EXTRACTED DATA:
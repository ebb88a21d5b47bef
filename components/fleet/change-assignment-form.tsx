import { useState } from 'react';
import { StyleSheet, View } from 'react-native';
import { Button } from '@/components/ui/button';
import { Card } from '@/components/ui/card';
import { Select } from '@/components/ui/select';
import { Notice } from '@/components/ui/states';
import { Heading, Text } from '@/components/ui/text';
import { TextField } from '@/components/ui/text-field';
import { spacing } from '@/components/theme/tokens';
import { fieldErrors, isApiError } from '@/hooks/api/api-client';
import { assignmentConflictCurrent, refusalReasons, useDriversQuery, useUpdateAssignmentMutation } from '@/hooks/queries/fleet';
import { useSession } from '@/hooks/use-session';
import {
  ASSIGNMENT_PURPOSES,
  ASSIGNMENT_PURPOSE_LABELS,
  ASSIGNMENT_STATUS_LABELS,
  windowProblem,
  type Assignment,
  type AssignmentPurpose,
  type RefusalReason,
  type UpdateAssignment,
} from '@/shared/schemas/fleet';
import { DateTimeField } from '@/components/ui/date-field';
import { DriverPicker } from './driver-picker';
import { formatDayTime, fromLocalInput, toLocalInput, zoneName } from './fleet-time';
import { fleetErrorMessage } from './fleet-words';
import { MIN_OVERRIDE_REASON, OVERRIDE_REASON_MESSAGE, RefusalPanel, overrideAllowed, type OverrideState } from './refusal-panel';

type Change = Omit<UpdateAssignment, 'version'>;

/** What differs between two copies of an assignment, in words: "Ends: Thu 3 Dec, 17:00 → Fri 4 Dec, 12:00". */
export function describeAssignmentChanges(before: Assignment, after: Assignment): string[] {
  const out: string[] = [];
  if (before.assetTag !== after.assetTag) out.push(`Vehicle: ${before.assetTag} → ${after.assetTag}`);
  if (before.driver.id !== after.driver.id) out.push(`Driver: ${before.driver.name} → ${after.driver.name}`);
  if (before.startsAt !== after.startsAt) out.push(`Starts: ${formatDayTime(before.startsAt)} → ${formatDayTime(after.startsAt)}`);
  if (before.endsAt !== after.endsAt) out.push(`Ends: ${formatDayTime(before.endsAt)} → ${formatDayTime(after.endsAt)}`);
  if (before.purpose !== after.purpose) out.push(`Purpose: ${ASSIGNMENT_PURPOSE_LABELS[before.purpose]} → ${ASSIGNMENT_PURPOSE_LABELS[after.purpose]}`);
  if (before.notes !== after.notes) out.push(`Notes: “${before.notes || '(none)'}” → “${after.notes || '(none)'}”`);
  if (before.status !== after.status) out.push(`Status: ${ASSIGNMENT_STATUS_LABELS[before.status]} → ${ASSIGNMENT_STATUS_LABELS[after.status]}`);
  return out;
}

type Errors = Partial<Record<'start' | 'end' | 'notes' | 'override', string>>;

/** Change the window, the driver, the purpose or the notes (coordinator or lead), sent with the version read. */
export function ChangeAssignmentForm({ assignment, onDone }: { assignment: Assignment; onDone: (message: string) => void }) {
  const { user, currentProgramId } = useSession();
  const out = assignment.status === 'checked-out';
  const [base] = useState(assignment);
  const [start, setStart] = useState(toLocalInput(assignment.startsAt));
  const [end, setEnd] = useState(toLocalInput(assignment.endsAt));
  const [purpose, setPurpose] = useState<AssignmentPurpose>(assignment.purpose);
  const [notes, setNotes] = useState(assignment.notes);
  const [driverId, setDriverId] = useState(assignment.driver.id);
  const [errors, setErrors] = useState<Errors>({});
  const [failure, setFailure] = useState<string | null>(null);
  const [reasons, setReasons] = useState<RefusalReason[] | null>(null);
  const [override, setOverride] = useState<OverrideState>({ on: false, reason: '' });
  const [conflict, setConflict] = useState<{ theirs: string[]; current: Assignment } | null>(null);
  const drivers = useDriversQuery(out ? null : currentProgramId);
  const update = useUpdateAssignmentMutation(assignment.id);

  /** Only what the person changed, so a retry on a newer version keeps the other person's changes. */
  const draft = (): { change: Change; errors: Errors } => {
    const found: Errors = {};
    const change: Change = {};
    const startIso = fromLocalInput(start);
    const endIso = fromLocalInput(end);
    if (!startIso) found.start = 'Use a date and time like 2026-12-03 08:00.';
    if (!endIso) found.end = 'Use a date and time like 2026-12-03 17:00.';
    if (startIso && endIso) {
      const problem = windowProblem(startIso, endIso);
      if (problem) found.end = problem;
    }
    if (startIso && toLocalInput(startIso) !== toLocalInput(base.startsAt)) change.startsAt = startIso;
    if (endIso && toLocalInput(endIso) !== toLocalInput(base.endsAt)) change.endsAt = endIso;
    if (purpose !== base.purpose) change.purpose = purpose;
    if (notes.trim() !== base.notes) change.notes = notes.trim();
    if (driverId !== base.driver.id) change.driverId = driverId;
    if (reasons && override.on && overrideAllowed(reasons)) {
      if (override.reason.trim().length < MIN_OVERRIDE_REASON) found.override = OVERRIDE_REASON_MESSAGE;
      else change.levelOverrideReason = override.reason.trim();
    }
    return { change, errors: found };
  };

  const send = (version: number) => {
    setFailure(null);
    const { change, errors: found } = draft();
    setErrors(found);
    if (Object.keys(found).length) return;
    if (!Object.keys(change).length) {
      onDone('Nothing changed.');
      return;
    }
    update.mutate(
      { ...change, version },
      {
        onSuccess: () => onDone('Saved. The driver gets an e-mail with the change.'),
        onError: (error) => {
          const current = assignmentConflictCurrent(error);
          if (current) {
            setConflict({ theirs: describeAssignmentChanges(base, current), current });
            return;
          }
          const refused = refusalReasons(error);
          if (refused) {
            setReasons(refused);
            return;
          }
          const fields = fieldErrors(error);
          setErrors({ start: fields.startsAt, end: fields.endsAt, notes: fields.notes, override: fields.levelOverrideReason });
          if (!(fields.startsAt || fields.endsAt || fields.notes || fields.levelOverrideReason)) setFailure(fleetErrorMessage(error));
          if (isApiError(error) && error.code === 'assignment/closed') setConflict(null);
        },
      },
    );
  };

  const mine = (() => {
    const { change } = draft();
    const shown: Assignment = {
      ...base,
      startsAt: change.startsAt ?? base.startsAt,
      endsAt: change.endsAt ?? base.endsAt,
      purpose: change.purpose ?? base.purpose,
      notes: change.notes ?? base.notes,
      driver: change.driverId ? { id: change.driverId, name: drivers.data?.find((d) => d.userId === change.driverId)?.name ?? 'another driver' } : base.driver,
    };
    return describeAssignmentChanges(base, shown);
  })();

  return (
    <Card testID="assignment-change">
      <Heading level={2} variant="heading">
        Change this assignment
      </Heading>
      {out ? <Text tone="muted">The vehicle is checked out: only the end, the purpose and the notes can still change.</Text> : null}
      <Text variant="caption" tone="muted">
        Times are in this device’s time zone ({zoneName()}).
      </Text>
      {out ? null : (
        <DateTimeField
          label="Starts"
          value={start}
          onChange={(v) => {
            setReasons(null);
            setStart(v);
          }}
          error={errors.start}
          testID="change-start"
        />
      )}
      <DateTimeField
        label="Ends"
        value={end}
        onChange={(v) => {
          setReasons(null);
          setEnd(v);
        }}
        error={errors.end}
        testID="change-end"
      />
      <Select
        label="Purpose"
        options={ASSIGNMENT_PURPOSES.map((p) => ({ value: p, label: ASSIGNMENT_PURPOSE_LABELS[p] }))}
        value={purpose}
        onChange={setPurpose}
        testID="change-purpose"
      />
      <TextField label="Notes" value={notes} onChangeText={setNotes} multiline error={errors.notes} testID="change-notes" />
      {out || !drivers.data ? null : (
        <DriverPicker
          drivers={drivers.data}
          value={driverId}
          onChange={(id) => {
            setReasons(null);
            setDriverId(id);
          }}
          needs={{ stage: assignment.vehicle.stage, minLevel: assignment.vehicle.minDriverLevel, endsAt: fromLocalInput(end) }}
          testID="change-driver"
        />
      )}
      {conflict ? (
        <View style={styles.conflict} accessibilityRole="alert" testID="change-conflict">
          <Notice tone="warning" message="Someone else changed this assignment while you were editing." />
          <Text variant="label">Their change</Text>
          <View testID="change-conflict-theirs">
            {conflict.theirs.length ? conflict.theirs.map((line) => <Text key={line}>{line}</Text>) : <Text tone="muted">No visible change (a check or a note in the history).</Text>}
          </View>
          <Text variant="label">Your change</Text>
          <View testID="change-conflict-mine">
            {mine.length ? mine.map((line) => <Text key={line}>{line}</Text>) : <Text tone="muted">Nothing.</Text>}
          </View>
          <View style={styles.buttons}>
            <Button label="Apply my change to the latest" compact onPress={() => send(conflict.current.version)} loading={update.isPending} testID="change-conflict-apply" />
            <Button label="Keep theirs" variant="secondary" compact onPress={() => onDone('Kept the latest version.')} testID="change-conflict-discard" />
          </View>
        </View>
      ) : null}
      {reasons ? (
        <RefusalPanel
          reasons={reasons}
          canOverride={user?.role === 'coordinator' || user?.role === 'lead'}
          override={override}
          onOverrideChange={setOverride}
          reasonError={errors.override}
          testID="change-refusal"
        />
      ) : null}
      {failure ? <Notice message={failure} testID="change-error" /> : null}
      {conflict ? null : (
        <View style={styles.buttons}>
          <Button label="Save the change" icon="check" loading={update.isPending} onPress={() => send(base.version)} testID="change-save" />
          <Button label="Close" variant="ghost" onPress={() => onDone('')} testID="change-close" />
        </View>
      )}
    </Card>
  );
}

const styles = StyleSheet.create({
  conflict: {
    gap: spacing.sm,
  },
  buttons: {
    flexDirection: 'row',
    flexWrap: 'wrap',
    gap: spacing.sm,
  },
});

EXERCISE PROMPT: Your answer should be the exact lines above from the one with "after: Assignment): string[]" through the one with "if (before.driver.id !== after.driver.id)", both included, and nothing besides.

TASK RESPONSE:
export function describeAssignmentChanges(before: Assignment, after: Assignment): string[] {
  const out: string[] = [];
  if (before.assetTag !== after.assetTag) out.push(`Vehicle: ${before.assetTag} → ${after.assetTag}`);
  if (before.driver.id !== after.driver.id) out.push(`Driver: ${before.driver.name} → ${after.driver.name}`);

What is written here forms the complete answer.